Okay, so I'm tired of Windows taking up a ton of resources on my netbook so I'm installing Ubuntu 10.10 Netbook Edition.

I know how to install it and whatnot, as I've done it before. I removed it for one reason, and one reason only: I couldn't find how to use my PS3 controller with emulators.
I've seen tutorials on how to use the PS3 controller with Bluetooth, but my netbook lacks such a feature. I want to be able to use it via USB. I would also like to retain the pressure sensitivity of the analog sticks, rather than having them be read as fully tilted when used.

Someone suggested Joy2Key or something like it, but I assume that would go against what I want for the analog sticks (if this is not the case, please tell me).


----------



## Deleted User (Apr 27, 2011)

http://ubuntuforums.org/showthread.php?t=1484426&page=2 - Thread / 2nd page looks like easiest solution. 

Link to PlayDeb (you'll have to install a new Repository in the software center, but it's automated so long as you find the right link and type in your sudo password). 

http://www.playdeb.net/software/QJoyPad
http://www.playdeb.net/software/rejoystick - Also another option.

I don't know if you'll be able to find a way to keep the pressure sensitivity of the analog's, but I figured a quick response is better than nothing.


----------



## _Chaz_ (Apr 27, 2011)

Although I've used Linux before, I've far from mastered it.

I understood like none of that.


----------



## Deleted User (Apr 27, 2011)

http://archive.getdeb.net/install_deb/play...getdeb1_all.deb

^ That's a direct download. Install it, when you download it it will open in the Software Center. Promptly type in your root password and install it. 



			
				QUOTE said:
			
		

> There are literally thousands of Ubuntu programs available to meet the needs of Ubuntu users. Many of these programs are stored in software archives commonly referred to as *repositories*. Repositories make it very easy to install new software onto Ubuntu using an Internet connection, while also providing a high level of security, as each program available in the repositories is thoroughly tested and built specifically for each version of Ubuntu.
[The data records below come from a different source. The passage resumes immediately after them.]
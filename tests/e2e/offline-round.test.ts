// Issue 4's end-to-end check: a whole round with no network, a reload with no network, and
// every tap saved exactly once when the network comes back.
import { and, eq, gte } from 'drizzle-orm';
import type { Page } from 'playwright-core';
import { describe, expect, it } from 'vitest';
import { events } from '../../server/db/schema/animals';
import { memberships } from '../../server/db/schema/collections';
import { users } from '../../server/db/schema/users';
import { demoCollectionId } from '../../server/seed/demo';
import { cutNetwork, restoreNetwork, underServiceWorker } from '../chromium';
import { expectAccessible, phonePage, screenshot, useE2e, signInAsDemo } from './support';

const env = useE2e();

const signIn = (page: Page, email: string) => signInAsDemo(page, env.server.baseUrl, email);

const syncStatus = (page: Page) =>
  page
    .getByRole('status')
    .filter({ hasText: /saved|waiting|Saving|attention/ })
    .first()
    .innerText();
const item = (page: Page, name: string) =>
  page.getByRole('article', { name: new RegExp(`^${name},`) });

async function userId(email: string) {
  const [row] = await env.server.ctx.database.db
    .select({ id: users.id })
    .from(users)
    .where(eq(users.email, email));
  return row!.id;
}

describe('today’s round with no signal', () => {
  it('records three outcomes offline, survives a reload offline, and saves each exactly once', async () => {
    const started = new Date();
    const { context, page, consoleErrors } = await phonePage(env.browser);
    await signIn(page, 'owner@northlight.test');
    await underServiceWorker(page);
    await item(page, 'Dusty').waitFor();
    await expect.poll(() => syncStatus(page)).toMatch(/All saved/);

    await cutNetwork(context);
    await item(page, 'Dusty').getByRole('button', { name: 'Ate', exact: true }).click();
    await item(page, 'Ember').getByRole('button', { name: 'Refused', exact: true }).click();
    await item(page, 'Verdi').getByRole('button', { name: 'Watered', exact: true }).click();
    // The screen updates from the phone's own write, with no server in reach.
    await expect.poll(() => item(page, 'Dusty').innerText()).toMatch(/✓ Ate \d\d:\d\d/);
    await expect.poll(() => syncStatus(page), { timeout: 10_000 }).toMatch(/Offline · 3 waiting/);
    await screenshot(page, 'offline-01-three-taps');

    await page.reload();
    // Finished cards are under Done (and All) once the page is opened anew.
    await item(page, 'Ember').waitFor();
    await page
      .locator('label')
      .filter({ has: page.getByRole('radio', { name: /^All/ }) })
      .click();
    await item(page, 'Dusty').waitFor();
    expect(await item(page, 'Dusty').innerText()).toMatch(/✓ Ate/);
    expect(await item(page, 'Ember').innerText()).toMatch(/✕ Refused/);
    expect(await item(page, 'Verdi').innerText()).toMatch(/✓ Watered/);
    await expect.poll(() => syncStatus(page), { timeout: 10_000 }).toMatch(/3 waiting/);
    await expectAccessible(page, 'today offline');
    await screenshot(page, 'offline-02-after-reload');

    await restoreNetwork(context);
    await expect.poll(() => syncStatus(page), { timeout: 20_000 }).toMatch(/All saved/);
    await screenshot(page, 'offline-03-saved');

    const owner = await userId('owner@northlight.test');
    const saved = await env.server.ctx.database.db
      .select()
      .from(events)
      .where(and(eq(events.recordedBy, owner), gte(events.serverReceivedAt, started)));
    expect(saved.map((e) => e.kind).sort()).toEqual(['ate', 'refused', 'watered']);

    // The same batch again: three duplicates, nothing new stored.
    const collectionId = (await demoCollectionId(env.server.ctx.database.db))!;
    const again = await page.evaluate(
      async ({ collectionId, list }) => {
        const res = await fetch(`/api/collections/${collectionId}/events`, {
          method: 'POST',
          headers: { 'Content-Type': 'application/json', 'X-Rackside-Client': '1' },
          body: JSON.stringify({
            deviceId: 'e2e',
            clientSentAt: new Date().toISOString(),
            events: list,
          }),
        });
        return (await res.json()) as { results: { status: string }[] };
      },
      {
        collectionId,
        list: saved.map((e) => ({
          id: e.id,
          animalId: e.animalId,
          kind: e.kind,
          payload: e.payload,
          clientRecordedAt: e.clientRecordedAt.toISOString(),
        })),
      },
    );
    expect(again.results.map((r) => r.status)).toEqual(['duplicate', 'duplicate', 'duplicate']);
    expect(
      consoleErrors.filter((e) => !/ERR_INTERNET_DISCONNECTED|Failed to load resource/.test(e)),
    ).toEqual([]);
    await context.close();
  });

  it('undoes the last tap with a void, never a delete', async () => {
    const started = new Date();
    const { context, page } = await phonePage(env.browser);
    await signIn(page, 'partner@northlight.test');
    await item(page, 'Tiger').waitFor();
    await item(page, 'Tiger').getByRole('button', { name: 'Refused', exact: true }).click();
    await expect.poll(() => item(page, 'Tiger').innerText()).toMatch(/✕ Refused/);
    await page.getByRole('button', { name: 'Undo' }).click();
    await expect.poll(() => item(page, 'Tiger').innerText()).not.toMatch(/✕ Refused/);
    await expect.poll(() => syncStatus(page), { timeout: 10_000 }).toMatch(/All saved/);
    const partner = await userId('partner@northlight.test');
    const saved = await env.server.ctx.database.db
      .select({ kind: events.kind })
      .from(events)
      .where(and(eq(events.recordedBy, partner), gte(events.serverReceivedAt, started)));
    expect(saved.map((e) => e.kind).sort()).toEqual(['refused', 'void']);

    // Later, from the animal's history: the undone refusal is struck through, and an older
    // fact can be undone too — again by a void.
    await page.getByRole('link', { name: 'Animals', exact: true }).click();
    // Today's own search box is labelled "Find a label code…": wait for the Animals page.
    await page.waitForURL('**/animals');
    // The collection list renders only the rows in view: find Tiger first.
    await page.getByLabel('Find', { exact: true }).fill('Tiger');
    await page.getByRole('link', { name: 'Tiger' }).click();
    const history = page.getByRole('region', { name: 'Timeline' });
    await expect.poll(() => history.innerText()).toMatch(/Refused[\s\S]*undone/);
    await expectAccessible(page, 'animal history');
    // A fact from an earlier day asks first, saying what will change (shared/domain/undo.ts).
    const undoButton = history.getByRole('button', { name: /^Undo / }).first();
    const older = (await undoButton.getAttribute('aria-label'))!.endsWith('…');
    await undoButton.click();
    if (older) {
      await history
        .getByText('The entry stays in the timeline, crossed out.', { exact: false })
        .waitFor();
      await history.getByRole('button', { name: 'Undo it' }).click();
    }
    const kinds = async () =>
      (
        await env.server.ctx.database.db
          .select({ kind: events.kind })
          .from(events)
          .where(and(eq(events.recordedBy, partner), gte(events.serverReceivedAt, started)))
      )
        .map((e) => e.kind)
        .sort();
    await expect.poll(kinds, { timeout: 10_000 }).toEqual(['refused', 'void', 'void']);
    await screenshot(page, 'offline-05-history');
    await context.close();
  });

  it('warns on both phones when owner and helper both fed the same animal offline', async () => {
    const db = env.server.ctx.database.db;
    const helper = await userId('helper@northlight.test');
    const now = Date.now();
    await db
      .update(memberships)
      // The demo helper's cover runs now, and they have read the safety page already.
      .set({
        startsAt: new Date(now - 86_400_000),
        endsAt: new Date(now + 86_400_000),
        safetyAcknowledgedAt: new Date(now),
      })
      .where(eq(memberships.userId, helper));

    const phones = await Promise.all([phonePage(env.browser), phonePage(env.browser)]);
    await signIn(phones[0].page, 'owner@northlight.test');
    await signIn(phones[1].page, 'helper@northlight.test');
    for (const { page, context } of phones) {
      // Dusty was fed in the first test: a finished card, under All rather than To do.
      await page.getByRole('article').first().waitFor();
      await page
        .locator('label')
        .filter({ has: page.getByRole('radio', { name: /^All/ }) })
        .click();
      await item(page, 'Dusty').waitFor();
      await cutNetwork(context);
      // Fed in the first test, its card is folded to a row: opened again, it offers the outcomes.
      const change = item(page, 'Dusty').getByRole('button', { name: 'Change Dusty' });
      if (await change.count()) await change.click();
      await item(page, 'Dusty').getByRole('button', { name: 'Ate', exact: true }).click();
    }
    for (const { page, context } of phones) {
      await restoreNetwork(context);
      await expect.poll(() => syncStatus(page), { timeout: 20_000 }).toMatch(/All saved/);
    }
    for (const { page } of phones) {
      await page.reload();
      await expect
        .poll(() => item(page, 'Dusty').innerText(), { timeout: 10_000 })
        .toMatch(/Fed (twice|3 times) today: \d\d:\d\d Robin \(owner\)[\s\S]*Alex \(helper\)/);
    }
    await screenshot(phones[1].page, 'offline-04-fed-twice');
    for (const { context } of phones) await context.close();
  });
});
So, I thought an easy solution would be to try the two controller/gamepad mapping programs that are in the PlayDeb repository.  Once you install the repository, and open up the software center, you'll see a new sub-category directly under "independent", I'm going to upload a screenshot.


http://img824.imageshack.us/f/screenshot1nj.png/

From there it's just like installing software from the software center regularly, you search for what you want, for example, I searched for "gamepad" and came up with the two programs.  Once you have the repository installed you can easily search for programs (mainly freeware/open-source) games from either the http://www.playdeb.net homepage, or use the software center to browse for games.  I personally find that it's easy to look around the playdeb.net page and then just clicked the install button, (what that does is download the .deb) file (Ubuntu is based off another Linux Distro called Debian, the files are compatible) and launches it in the software center.


----------



## .Chris (Apr 27, 2011)

Thanks! I have been looking for a solution to this.
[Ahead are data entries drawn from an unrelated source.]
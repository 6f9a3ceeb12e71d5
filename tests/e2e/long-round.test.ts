// A long round (150 animals): from 100 cards on Today keeps only the shelves near the screen in
// the page (a virtual list, P1-1k). The keeper must not notice: every shelf is reachable by
// scrolling, the search finds any card, a tap lands on its card, and the page stays accessible.
import { and, eq, inArray } from 'drizzle-orm';
import type { Page } from 'playwright-core';
import { describe, expect, it } from 'vitest';
import { BENCH_PASSWORD, makeKeeper } from '../../bench/bench-app';
import { events } from '../../server/db/schema/animals';
import { expectAccessible, phonePage, screenshot, useE2e } from './support';

const env = useE2e();
const ANIMALS = 150;
const item = (page: Page, name: string) =>
  page.getByRole('article', { name: new RegExp(`^${name},`) });

describe('a long round', () => {
  it('keeps only nearby shelves in the page, yet scrolls, finds and records every card', async () => {
    const keeper = await makeKeeper(env.server.ctx.database, ANIMALS, 'long-round');
    const { context, page, consoleErrors } = await phonePage(env.browser);
    await page.goto(`${env.server.baseUrl}/sign-in`);
    await page.getByLabel('E-mail').fill(keeper.email);
    await page.getByLabel('Password').fill(BENCH_PASSWORD);
    await page.getByRole('button', { name: 'Sign in' }).click();
    await page.waitForURL('**/today');
    await page.getByRole('article').first().waitFor();

    // Every animal is due (never fed), but far fewer cards than that are in the page.
    expect(await page.getByText(new RegExp(`^0 of ${ANIMALS} animals done$`)).count()).toBe(1);
    const inPage = await page.getByRole('article').count();
    expect(inPage).toBeGreaterThan(0);
    expect(inPage).toBeLessThan(ANIMALS / 2);
    await expectAccessible(page, 'long round, top');

    // Scrolling to the end brings the last shelf into the page.
    const lastShelf = await page.evaluate(async () => {
      for (let i = 0; i < 40; i++) {
        window.scrollTo(0, document.documentElement.scrollHeight);
        await new Promise((r) => setTimeout(r, 50));
      }
      return [...document.querySelectorAll('section[aria-label]')]
        .at(-1)
        ?.getAttribute('aria-label');
    });
    expect(lastShelf).toMatch(/R2/);
    await screenshot(page, 'long-round-01-end');

    // The search finds a card that is not in the page, and one tap records it.
    const far = `Animal ${ANIMALS - 3}`;
    await page.evaluate(() => window.scrollTo(0, 0));
    await page.getByLabel('Find a label code, a place or a name').fill(far);
    await expect.poll(() => page.getByRole('article').count()).toBe(1);
    await item(page, far).getByRole('button', { name: 'Ate', exact: true }).click();
    await expect.poll(() => item(page, far).innerText()).toMatch(/✓ Ate/);
    // Its water too: the animal is done (every bench enclosure has a water dish).
    await item(page, far).getByRole('button', { name: 'Watered', exact: true }).click();
    await expect
      .poll(
        async () =>
          (
            await env.server.ctx.database.db
              .select({ kind: events.kind })
              .from(events)
              .where(
                and(eq(events.recordedBy, keeper.userId), inArray(events.kind, ['ate', 'watered'])),
              )
          ).length,
        { timeout: 15_000 },
      )
      .toBe(2);
    await page.getByLabel('Find a label code, a place or a name').fill('');
    await expect
      .poll(() => page.getByText(new RegExp(`^1 of ${ANIMALS} animals done$`)).count())
      .toBe(1);
    await expectAccessible(page, 'long round, after a tap');
    expect(consoleErrors).toEqual([]);
    await context.close();
  });
});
And for this: http://img824.imageshack.us/f/screenshot1nj.png/ 
Instead of "GetDeb", mine still says "PoL" (Play on Linux)


----------



## Deleted User (Apr 27, 2011)

Sure, I hope it works for ya.  I like using my Ubuntu installation for emulation (SNES/PS1) as well, the only thing that bugs me is that Mugen64 (Nintendo 64) has a terminal interface (something I can't really put up with at the moment, lol).


----------



## .Chris (Apr 27, 2011)

Okay, thats weird, now it doesn't work...


----------



## _Chaz_ (Apr 27, 2011)

I'm unable to install it. It says "Sorry, 'playdeb' is not available on this type of computer"


----------



## Deleted User (Apr 27, 2011)

PlayOnLinux is a totally different program than either of the two from the playondeb repository.  PlayOnLinux is more specialised for running Windows games/software (it's a front-end for WINE). 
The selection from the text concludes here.